Ensaio de captação de aminoácidos radiomarcados para quantificar a captação celular de aminoácidos

Os transportadores de aminoácidos são proteínas ligadas à membrana que medeiam a transferência de aminoácidos através das membranas celulares, regulando os processos celulares vitais.

Para estudar a absorção de aminoácidos in vitro, faça uma cultura de células estromais derivadas da medula óssea de camundongos. Aspire o meio de crescimento. Adicione um tampão pré-aquecido suplementado com glutamina - um aminoácido - marcado com hidrogênio radioativo. Incube pela duração necessária.

O tampão pré-aquecido fornece temperatura fisiológica e um pH apropriado necessário para a absorção celular de glutamina. Os transportadores de glutamina consistem em domínios de transporte - responsáveis pela translocação do substrato via co-transporte acoplado a íons de sódio - e domínios de andaime ancorados na membrana.

O domínio de transporte se liga à glutamina radiomarcada junto com os íons de sódio do tampão. Ao se ligar, ele libera as moléculas no citoplasma. Simultaneamente, o domínio de transporte transloca íons de sódio intracelulares e aminoácidos neutros para fora da célula, resultando em homeostase celular.

Lave as células com tampão gelado, encerrando a reação e removendo qualquer glutamina extracelular radiomarcada. Adicione uma solução detergente. O detergente lisa as células, causando a liberação de glutamina intracelular radiomarcada.

Centrifugar o lisado. Adicione o sobrenadante contendo glutamina em um frasco com um coquetel de cintilação e coloque o frasco dentro de um balcão de cintilação.

As moléculas de glutamina radiomarcadas emitem partículas beta de alta energia. Os cintiladores do coquetel absorvem as partículas e emitem pulsos de luz que são detectados pelo contador de cintilação.
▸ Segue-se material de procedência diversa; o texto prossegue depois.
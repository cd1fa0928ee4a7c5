import { foxDepthFactor } from './fox-depth-factor.js';
import { steinbrennerFactors } from './steinbrenner-factors.js';

/** A flexible rectangle on an elastic layer of finite thickness. */
export interface ImmediateSettlementFiniteLayerInput {
  /** Uniform net pressure, kPa. */
  readonly pressureKpa: number;
  /** Width B, m (> 0). */
  readonly widthM: number;
  /** Length L, m (≥ widthM). */
  readonly lengthM: number;
  /** Thickness of the compressible elastic layer below the base, m (> 0; Infinity for a half-space). */
  readonly layerThicknessM: number;
  /** Young's modulus, kPa (> 0). */
  readonly elasticModulusKpa: number;
  /** Poisson's ratio, dimensionless (0–0.5). */
  readonly poissonRatio: number;
  readonly position: 'centre' | 'corner';
  /**
   * Fox (1948) depth factor If for an embedded footing, given by the designer
   * (0 < If ≤ 1). Give this or foundationDepthM, not both; neither: 1, no reduction.
   */
  readonly depthFactor?: number;
  /**
   * Depth Df of the base below ground, m (≥ 0): If is then worked out by
   * foxDepthFactor(L/B, Df/B, ν).
   */
  readonly foundationDepthM?: number;
}

/** Settlement and the factors behind it. */
export interface ImmediateSettlementFiniteLayerResult {
  readonly settlementM: number;
  readonly f1: number;
  readonly f2: number;
  /** Is = F1 + (1 − 2ν)/(1 − ν)·F2, dimensionless. */
  readonly shapeFactor: number;
  /** The Fox depth factor If applied, dimensionless (1: none). */
  readonly depthFactor: number;
}

/**
 * Immediate settlement of a flexible rectangle on an elastic layer over a rigid
 * base, Steinbrenner's (1934) method as set out by Bowles and Das:
 * Se = q·(α·B′)·(1 − ν²)/E·Is·If, Is = F1 + (1 − 2ν)/(1 − ν)·F2, with
 * α = 4, B′ = B/2, m′ = L/B, n′ = H/(B/2) for the centre and α = 1, B′ = B,
 * n′ = H/B for a corner. If is given, or worked out from the founding depth
 * with foxDepthFactor (Fox 1948, the factor Das and Bowles chart).
 *
 * Assumptions: homogeneous elastic layer, rough rigid base at depth H, flexible
 * uniform load at the layer's top.
 * Source: Das, *Principles of Foundation Engineering*, elastic settlement based
 * on the theory of elasticity (Steinbrenner's F1 and F2); Bowles, *Foundation
 * Analysis and Design*, ch. 5.
 *
 * @param input pressure and modulus in kPa, lengths in m, ν and If dimensionless
 * @returns settlement in m with F1, F2 and Is
 * @throws RangeError for non-positive sides, thickness or modulus, L < B, ν outside 0–0.5, If outside (0, 1],
 *   Df < 0, or both depthFactor and foundationDepthM
 * @example immediateSettlementFiniteLayer({ pressureKpa: 100, widthM: 2, lengthM: 2, layerThicknessM: 1, elasticModulusKpa: 10000, poissonRatio: 0.3, position: 'centre' }) // settlementM ≈ 0.0069
 */
export function immediateSettlementFiniteLayer(input: ImmediateSettlementFiniteLayerInput): ImmediateSettlementFiniteLayerResult {
  const { pressureKpa, widthM, lengthM, layerThicknessM, elasticModulusKpa, poissonRatio, position } = input;
  const name = 'immediateSettlementFiniteLayer';
  if (input.depthFactor !== undefined && input.foundationDepthM !== undefined) throw new RangeError(`${name} requires depthFactor or foundationDepthM, not both`);
  if (input.foundationDepthM !== undefined && !(input.foundationDepthM >= 0 && Number.isFinite(input.foundationDepthM))) {
    throw new RangeError(`${name} requires a finite foundationDepthM >= 0`);
  }
  if (!Number.isFinite(pressureKpa)) throw new RangeError(`${name} requires a finite pressureKpa`);
  if (!(widthM > 0) || !Number.isFinite(widthM) || !(lengthM >= widthM) || !Number.isFinite(lengthM)) {
    throw new RangeError(`${name} requires finite widthM > 0 and lengthM >= widthM`);
  }
  if (!(layerThicknessM > 0)) throw new RangeError(`${name} requires layerThicknessM > 0`);
  if (!(elasticModulusKpa > 0) || !Number.isFinite(elasticModulusKpa)) throw new RangeError(`${name} requires a finite elasticModulusKpa > 0`);
  if (!(poissonRatio >= 0 && poissonRatio <= 0.5)) throw new RangeError(`${name} requires 0 <= poissonRatio <= 0.5`);
  const depthFactor = input.foundationDepthM !== undefined ? foxDepthFactor(lengthM / widthM, input.foundationDepthM / widthM, poissonRatio) : (input.depthFactor ?? 1);
  if (!(depthFactor > 0 && depthFactor <= 1)) throw new RangeError(`${name} requires 0 < depthFactor <= 1`);
  const isCentre = position === 'centre';
  const cornerWidthM = isCentre ? widthM / 2 : widthM;
  const { f1, f2 } = steinbrennerFactors(lengthM / widthM, layerThicknessM / cornerWidthM);
  const shapeFactor = f1 + ((1 - 2 * poissonRatio) / (1 - poissonRatio)) * f2;
  const settlementM = ((pressureKpa * (isCentre ? 4 : 1) * cornerWidthM * (1 - poissonRatio * poissonRatio)) / elasticModulusKpa) * shapeFactor * depthFactor;
  return { settlementM, f1, f2, shapeFactor, depthFactor };
}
Meça a radioatividade para estimar a captação celular de glutamina.

Para iniciar o ensaio de captação de aminoácidos, coloque 5 x 10⁴ células ST2, em cada poço de uma placa de cultura de tecidos de 12 poços em meio alfa-MEM suplementado com FBS, penicilina e estreptomicina. Plaquear poços extras de células para quantificar o número de células por condição para as normalizações.
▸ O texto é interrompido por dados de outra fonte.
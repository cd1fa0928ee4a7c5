/** Which branch of the e–log σ′ curve a layer's loading uses. */
export type ConsolidationCase = 'normally-consolidated' | 'overconsolidated-below' | 'overconsolidated-crossing';

/** One (sub)layer and its loading, stresses at mid-depth. */
export interface PrimaryConsolidationSettlementInput {
  /** Thickness of the (sub)layer, m (> 0). */
  readonly thicknessM: number;
  /** Initial void ratio, dimensionless (> 0). */
  readonly e0: number;
  /** Compression index, dimensionless (≥ 0). */
  readonly cc: number;
  /** Recompression/swell index for the overconsolidated branch, dimensionless (≥ 0). */
  readonly cs: number;
  /** Initial vertical effective stress σ′0 at mid-depth, kPa (> 0). */
  readonly initialEffectiveStressKpa: number;
  /** Vertical stress increase Δσ at mid-depth, kPa (≥ 0). */
  readonly stressIncreaseKpa: number;
  /** Preconsolidation stress σ′p, kPa (≥ σ′0; equal means normally consolidated). */
  readonly preconsolidationKpa: number;
}

/** Settlement of the (sub)layer, m, and the branch used. */
export interface PrimaryConsolidationSettlementResult {
  readonly settlementM: number;
  readonly consolidationCase: ConsolidationCase;
}

/**
 * Primary consolidation settlement of one clay (sub)layer from the e–log σ′
 * idealisation (Terzaghi's one-dimensional theory), σ′1 = σ′0 + Δσ:
 * - normally consolidated (σ′p = σ′0): Sc = Cc·H/(1 + e0)·log10(σ′1/σ′0);
 * - overconsolidated, staying below σ′p (σ′1 ≤ σ′p): Sc = Cs·H/(1 + e0)·log10(σ′1/σ′0);
 * - overconsolidated, passing σ′p: Sc = Cs·H/(1 + e0)·log10(σ′p/σ′0) + Cc·H/(1 + e0)·log10(σ′1/σ′p).
 *
 * Assumptions: one-dimensional (oedometric) strain, stresses at mid-depth
 * representative of the (sub)layer — split thick layers — and bilinear e–log σ′.
 * Source: Das, *Principles of Geotechnical Engineering*, ch. "Compressibility of
 * soil", settlement from primary consolidation (the three equations);
 * Holtz & Kovacs, *An Introduction to Geotechnical Engineering*, ch. 8.
 *
 * @param input thickness in m, indices and e0 dimensionless, stresses in kPa
 * @returns settlement in m and the case used
 * @throws RangeError for thickness ≤ 0, e0 ≤ 0, negative indices, σ′0 ≤ 0, Δσ < 0,
 *   σ′p < σ′0 (an underconsolidated layer is outside this method) or non-finite input
 * @example primaryConsolidationSettlement({ thicknessM: 4, e0: 1, cc: 0.3, cs: 0.05, initialEffectiveStressKpa: 50, stressIncreaseKpa: 50, preconsolidationKpa: 50 }) // { settlementM: 0.1806, consolidationCase: 'normally-consolidated' }
 */
export function primaryConsolidationSettlement(input: PrimaryConsolidationSettlementInput): PrimaryConsolidationSettlementResult {
  const { thicknessM, e0, cc, cs, initialEffectiveStressKpa, stressIncreaseKpa, preconsolidationKpa } = input;
  const name = 'primaryConsolidationSettlement';
  if (!(thicknessM > 0) || !Number.isFinite(thicknessM)) throw new RangeError(`${name} requires a finite thicknessM > 0`);
  if (!(e0 > 0) || !Number.isFinite(e0)) throw new RangeError(`${name} requires a finite e0 > 0`);
  if (!(cc >= 0) || !(cs >= 0) || !Number.isFinite(cc) || !Number.isFinite(cs)) throw new RangeError(`${name} requires finite cc >= 0 and cs >= 0`);
  if (!(initialEffectiveStressKpa > 0) || !Number.isFinite(initialEffectiveStressKpa)) {
    throw new RangeError(`${name} requires a finite initialEffectiveStressKpa > 0`);
  }
  if (!(stressIncreaseKpa >= 0) || !Number.isFinite(stressIncreaseKpa)) throw new RangeError(`${name} requires a finite stressIncreaseKpa >= 0`);
  if (!(preconsolidationKpa >= initialEffectiveStressKpa) || !Number.isFinite(preconsolidationKpa)) {
    throw new RangeError(`${name} requires preconsolidationKpa >= initialEffectiveStressKpa`);
  }
  const finalEffectiveStressKpa = initialEffectiveStressKpa + stressIncreaseKpa;
  const perLogCycleM = thicknessM / (1 + e0);
  if (preconsolidationKpa === initialEffectiveStressKpa) {
    return { settlementM: cc * perLogCycleM * Math.log10(finalEffectiveStressKpa / initialEffectiveStressKpa), consolidationCase: 'normally-consolidated' };
  }
  if (finalEffectiveStressKpa <= preconsolidationKpa) {
    return { settlementM: cs * perLogCycleM * Math.log10(finalEffectiveStressKpa / initialEffectiveStressKpa), consolidationCase: 'overconsolidated-below' };
  }
  const settlementM =
    cs * perLogCycleM * Math.log10(preconsolidationKpa / initialEffectiveStressKpa) + cc * perLogCycleM * Math.log10(finalEffectiveStressKpa / preconsolidationKpa);
  return { settlementM, consolidationCase: 'overconsolidated-crossing' };
}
Em seguida, incube as células em uma incubadora de cultura de células umidificada a 37 graus Celsius com 5% de dióxido de carbono por dois a três dias até confluir. Após a incubação, aspire o meio e lave as células duas vezes com um mililitro de PBS a pH 7,4. Em seguida, aspire o PBS antes de lavar as células uma vez, com um mililitro de Krebs Ringers HEPES ou KRH.

Incubar as células com 0,5 mililitros de KRH recém-preparado contendo quatro microcuries por mililitro de meio de trabalho L-[3,4-3 H]-Glutamina por cinco minutos. Após a incubação, colete o meio radioativo para dispensar no recipiente de resíduos líquidos. Em seguida, lave as células três vezes com KRH gelado para encerrar a reação.

Em seguida, adicione um mililitro de dodecil sulfato de sódio a 1% em cada poço e triture a mistura 10 vezes para lisar e homogeneizar as células. Em seguida, transfira os lisados celulares para um tubo de 1,5 mililitro e clareie o lisado centrifugando a uma velocidade mínima de 10.000 g por 10 minutos.

Transfira o sobrenadante para um frasco de cintilação, contendo oito mililitros da solução de cintilação, e leia a radioatividade em contagens por minuto usando um contador de cintilação.

A partir das placas não radioativas restantes das células, tripsinize, ressuspenda e conte as células para estimar o número de células nas culturas radioativas lisadas. Usando um hemocitômetro, conte o número de células por poço não radioativo para cada condição experimental.